All Edward Maturin's work was written in the U.S. and for the most part concentrated on historical themes or Irish fantasy. His first book contained the interconnected stories of Sejanus and Other Roman Tales (1839) and was dedicated to Washington Irving. They concern incidents during the reigns of the Roman emperors from Tiberius to Nero; self-consciously literary, the dialogue is written in an imitation of Shakespearean English.
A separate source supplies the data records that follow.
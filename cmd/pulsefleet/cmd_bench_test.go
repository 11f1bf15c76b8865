package main

import (
	"context"
	"encoding/json"
	"os"
	"strings"
	"testing"
)

// TestMain lets a test run this test binary as the pulsefleet command
// (PULSEFLEET_TEST_AS_MAIN=1), so `bench --client process` can start its
// load client as a real separate process in tests.
func TestMain(m *testing.M) {
	if os.Getenv("PULSEFLEET_TEST_AS_MAIN") == "1" {
		os.Exit(run(context.Background(), os.Args[1:], stdio{in: os.Stdin, out: os.Stdout, err: os.Stderr}))
	}
	os.Exit(m.Run())
}

func benchJSON(t *testing.T, args ...string) map[string]any {
	t.Helper()
	code, out, errs := simRun(t, args...)
	if code != 0 {
		t.Fatalf("bench exit %d: %s", code, errs)
	}
	lines := strings.Split(strings.TrimSpace(out), "\n")
	if len(lines) != 1 {
		t.Fatalf("stdout %q, want one JSON line", out)
	}
	var res map[string]any
	if err := json.Unmarshal([]byte(lines[0]), &res); err != nil {
		t.Fatal(err)
	}
	for _, k := range []string{"sink_samples_per_s", "gateway_samples_per_s", "ratio", "ack_p50_ms", "ack_p99_ms", "lost", "peak_rss_bytes"} {
		if _, ok := res[k]; !ok {
			t.Errorf("bench JSON lacks %q: %s", k, lines[0])
		}
	}
	if !strings.Contains(errs, "bench: phase sink") || !strings.Contains(errs, "bench: phase gateway") {
		t.Errorf("no progress for both phases on stderr: %s", errs)
	}
	return res
}

// A small bench: both phases run, nothing acknowledged is missing from the
// gateway's store, and every figure is measured (no wall-clock bound is
// asserted: the machine is shared).
func TestBenchInProcess(t *testing.T) {
	res := benchJSON(t, "bench", "--devices", "20", "--rate", "100", "--duration", "2s", "--client", "in-process", "--progress-every", "1s")
	if res["lost"] != float64(0) || res["unacked_at_end"] != float64(0) {
		t.Errorf("lost %v, unacknowledged %v: want 0", res["lost"], res["unacked_at_end"])
	}
	if res["sink_samples_per_s"].(float64) <= 0 || res["gateway_samples_per_s"].(float64) <= 0 || res["peak_rss_bytes"].(float64) <= 0 {
		t.Errorf("figures not measured: %v", res)
	}
	if res["client_in_process"] != true {
		t.Errorf("client_in_process %v", res["client_in_process"])
	}
	// 20 devices sent for 2 s, so the gateway's store committed.
	if c, _ := res["commits_per_s"].(float64); c <= 0 {
		t.Errorf("commits_per_s %v, want the gateway's commits counted", res["commits_per_s"])
	}
}

func TestBenchClientProcess(t *testing.T) {
	t.Setenv("PULSEFLEET_TEST_AS_MAIN", "1") // the client process is this binary acting as pulsefleet
	res := benchJSON(t, "bench", "--devices", "10", "--duration", "1s", "--progress-every", "1s")
	if res["lost"] != float64(0) || res["client_in_process"] != false || res["client_peak_rss_bytes"].(float64) <= 0 {
		t.Errorf("result %v", res)
	}
}

func TestBenchUsage(t *testing.T) {
	for _, args := range [][]string{
		{"bench", "--devices", "0"}, {"bench", "--rate", "2000"}, {"bench", "--duration", "0s"}, {"bench", "--client", "thread"},
	} {
		if code, _, _ := simRun(t, args...); code != 2 {
			t.Errorf("%v: exit %d, want 2", args, code)
		}
	}
}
This was followed by the two-volume romance, Montezuma, the Last of the Aztecs (1845) and then two works on Spanish themes. The long series of "Spanish Ballads" that originally appeared in the United States Democratic Revue during 1845 were eventually collected with his other poems in Lyrics of Spain and Erin (1850). They were followed by the romance Benjamin, the Jew of Grenada (1847), a story of the fall of the Muslim polities in Spain.

After his move to New York, his prose work became more Gothic. It included The Irish Chieftain, or The Isles of Life and Death (1848) which was later to be dismissed as "a wild story without foundation in history ... melodramatic, sentimental, extravagant", and the two-volume Eva, or the Isles of Life and Death (1848). His later Bianca, a tale of Erin and Italy (1852) was set in more modern times but equally condemned as "an outlandish story, full of murders, characters - mostly illegitimate - with terrible secrets, a duel between brothers, banshees, mysterious lady-prophetesses, fee-faw-fum". A final offering was his four-act play Viola (1858).